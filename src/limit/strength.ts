import { ThrustedBending } from '../buckling/thrust.js';
import type { LoadCase } from '../job/job.js';
import type { Metal } from '../material/material.js';
import type { LimitId } from '../report/report.js';
import type { Box } from '../tube/box.js';
import { MEASURE } from '../tube/measure.js';
import type { Section } from '../tube/section.js';
import { share, Span } from '../tube/span.js';
import type { Check, Pair, Proportion } from './check.js';

/** What a strength limit compares with: factor n and the allowables in tension and in shear, Pa. */
export interface Strengths {
  readonly factor: number;
  readonly direct: number;
  readonly shear: number;
}

/**
 * Circular interaction of direct stress and shear at the outermost fibre, U = n·√((σ/Ft)² + (τ/Fs)²)/j, with
 * τ = T·ro/J and σ = |N|/A + M*·ro/I. The style of MIL-HDBK-5 §1.5.3 for round tubes; from memory.
 */
export class StrengthCheck implements Check {
  readonly proportion: Proportion | null;
  private readonly torque = Number.NaN;
  private readonly bending: ThrustedBending | null;
  private readonly scale = Number.NaN;
  /** n·T/(j·Fs), m³ */
  private readonly shear = Number.NaN;
  /** n·|N|/(j·Ft), m² */
  private readonly axial = Number.NaN;
  /** n/(j·Ft), 1/Pa */
  private readonly perDirect = Number.NaN;
  private readonly moment = new Span();
  private readonly direct = new Span();

  constructor(
    readonly limit: LimitId,
    readonly load: number,
    loadCase: LoadCase,
    metal: Metal,
    span: number,
    private readonly strengths: Strengths,
  ) {
    const { factor } = strengths;
    const thrust = factor * Math.max(0, -loadCase.axial);
    this.torque = Math.abs(loadCase.torque);
    this.bending =
      loadCase.bending > 0 ? new ThrustedBending(loadCase.bending, thrust, metal.youngsModulus, span) : null;
    this.scale = factor / metal.jointFactor;
    this.shear = (this.scale * this.torque) / strengths.shear;
    this.perDirect = this.scale / strengths.direct;
    this.axial = this.perDirect * Math.abs(loadCase.axial);
    const pure = this.axial === 0 && this.bending === null;
    this.proportion = pure ? { measure: MEASURE.shearPerTorque, factor: this.shear } : null;
  }

  utilisation(at: Section): number {
    const tau = this.shear * at.shearPerTorque;
    if (this.axial === 0 && this.bending === null) return tau;
    const sigma = this.directAt(at);
    return Math.sqrt(sigma * sigma + tau * tau);
  }

  bound(over: Box, out: Span): void {
    const { direct } = this;
    if (this.axial === 0 && this.bending === null) out.scaled(over.shearPerTorque, this.shear);
    else {
      this.directOver(over, direct);
      this.circleOver(over.shearPerTorque, direct, out);
    }
  }

  pair(at: Section): Pair {
    const demand = (this.scale * this.torque * at.outerRadius) / at.polarMoment;
    return { demand, capacity: this.strengths.shear, interaction: this.axial > 0 || this.bending !== null };
  }

  /** n·σ/(j·Ft); M*·ro/I is twice M*·ro/J */
  private directAt(at: Section): number {
    const axial = this.axial / at.area;
    if (this.bending === null) return axial;
    return axial + 2 * this.perDirect * this.bending.moment(at) * at.shearPerTorque;
  }

  /** The same over a box: slopes mixed by the share of N/A. */
  private directOver(over: Box, out: Span): void {
    const { axial, bending, moment } = this;
    const { area, shearPerTorque: q } = over;
    if (bending === null) return void out.inverse(area, axial);
    bending.momentOver(over, moment);
    const a0 = axial / area.hi;
    const a1 = axial / area.lo;
    const b0 = 2 * this.perDirect * moment.lo * q.lo;
    const b1 = 2 * this.perDirect * moment.hi * q.hi;
    const w0 = a0 / (a0 + b1);
    const w1 = a1 / (a1 + b0);
    out.lo = a0 + b0;
    out.hi = a1 + b1;
    out.dLo = share(-area.dHi, moment.dLo + q.dLo, w0, w1);
    out.dHi = share(-area.dLo, moment.dHi + q.dHi, w1, w0);
    out.tLo = share(-area.tHi, moment.tLo + q.tLo, w0, w1);
    out.tHi = share(-area.tLo, moment.tHi + q.tHi, w1, w0);
  }

  /** √(τ² + σ²) over a box, τ a multiple of ro/J: slopes mixed by the share of τ². */
  private circleOver(q: Span, direct: Span, out: Span): void {
    const t0 = this.shear * q.lo;
    const t1 = this.shear * q.hi;
    const { lo: s0, hi: s1 } = direct;
    const w0 = (t0 * t0) / (t0 * t0 + s1 * s1);
    const w1 = (t1 * t1) / (t1 * t1 + s0 * s0);
    out.lo = Math.sqrt(t0 * t0 + s0 * s0);
    out.hi = Math.sqrt(t1 * t1 + s1 * s1);
    out.dLo = share(q.dLo, direct.dLo, w0, w1);
    out.dHi = share(q.dHi, direct.dHi, w1, w0);
    out.tLo = share(q.tLo, direct.tLo, w0, w1);
    out.tHi = share(q.tHi, direct.tHi, w1, w0);
  }
}

/** One strength check for every load case that loads the wall at all. */
export function strengthChecks(
  limit: LimitId,
  loads: readonly LoadCase[],
  metal: Metal,
  span: number,
  strengths: (load: LoadCase) => Strengths,
): StrengthCheck[] {
  return loads.flatMap((load, index) =>
    load.torque === 0 && load.axial === 0 && load.bending === 0
      ? []
      : [new StrengthCheck(limit, index, load, metal, span, strengths(load))],
  );
}
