import { ThrustedBending } from '../buckling/thrust.js';
import { TorsionBuckling } from '../buckling/torsion.js';
import { WallBuckling } from '../buckling/wall.js';
import type { Job, LoadCase } from '../job/job.js';
import type { Metal } from '../material/material.js';
import type { Box } from '../tube/box.js';
import type { Section } from '../tube/section.js';
import type { Span } from '../tube/span.js';
import type { Check, Limit, Pair } from './check.js';

/** The plateau never counts on more than this multiple of shear yield, or soft alloys would live far past it. */
const PAST_YIELD = 1.2;

/** Buckling of the wall under factored torsion, thrust and bending. */
export class WallBucklingCheck implements Check {
  readonly limit = 'wall-buckling';
  readonly proportion = null;
  readonly wall: WallBuckling;
  private readonly torque = Number.NaN;
  private readonly combined: boolean;

  constructor(
    readonly load: number,
    loadCase: LoadCase,
    job: Job,
    metal: Metal,
  ) {
    const { youngsModulus, poissonRatio, compressiveYield } = metal;
    const factor = loadCase.bucklingFactor;
    const thrust = factor * Math.max(0, -loadCase.axial);
    this.torque = factor * Math.abs(loadCase.torque);
    this.combined = thrust > 0 || loadCase.bending > 0;
    const torsion = new TorsionBuckling(youngsModulus, poissonRatio, job.tube.length, job.buckling.torsionKnockdown);
    const shearPlateau = Math.min(metal.shearUltimate, PAST_YIELD * metal.shearYield);
    const bending =
      loadCase.bending > 0
        ? new ThrustedBending(loadCase.bending, thrust, youngsModulus, job.tube.supportSpacing)
        : null;
    const material = { youngsModulus, poissonRatio, shearPlateau, compressiveYield };
    this.wall = new WallBuckling(torsion, material, { torque: this.torque, thrust, factor, bending });
  }

  utilisation(at: Section): number {
    return this.wall.utilisation(at);
  }

  bound(over: Box, out: Span): void {
    this.wall.bound(over, out);
  }

  pair(at: Section): Pair {
    return { demand: this.torque, capacity: this.wall.criticalTorque(at), interaction: this.combined };
  }
}

const applies = ({ torque, bending, axial }: LoadCase): boolean => torque !== 0 || bending > 0 || axial < 0;

/** Buckling of the wall; plateau Fp = min(Fsu, 1.2·Fsy) (ours). */
export const wallBuckling: Limit = {
  id: 'wall-buckling',
  label: 'wall buckling',
  unit: 'N·m',
  formula: 'U = ½[R_c + R_b + √((R_c + R_b)² + 4R_s²)], R_s = n_b·T/(2πr²tc·τcr), τcr = F(max(τ_m, τ_l); Fp)',
  source: 'NASA SP-8007 (1968) §4.2 (from memory), Batdorf NACA Report 887, parabola to Fp = min(Fsu, 1.2·Fsy)',
  prepare: (job, metal) =>
    job.loads.flatMap((load, index) => (applies(load) ? [new WallBucklingCheck(index, load, job, metal)] : [])),
};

> **REQUIRED ACTION**
Find the word "return" in the entries above and gather every line that holds it.

> **RESULT OF THIS TASK**
    if (this.axial === 0 && this.bending === null) return tau;
    return Math.sqrt(sigma * sigma + tau * tau);
    return { demand, capacity: this.strengths.shear, interaction: this.axial > 0 || this.bending !== null };
    if (this.bending === null) return axial;
    return axial + 2 * this.perDirect * this.bending.moment(at) * at.shearPerTorque;
    if (bending === null) return void out.inverse(area, axial);
  return loads.flatMap((load, index) =>
    return this.wall.utilisation(at);
    return { demand: this.torque, capacity: this.wall.criticalTorque(at), interaction: this.combined };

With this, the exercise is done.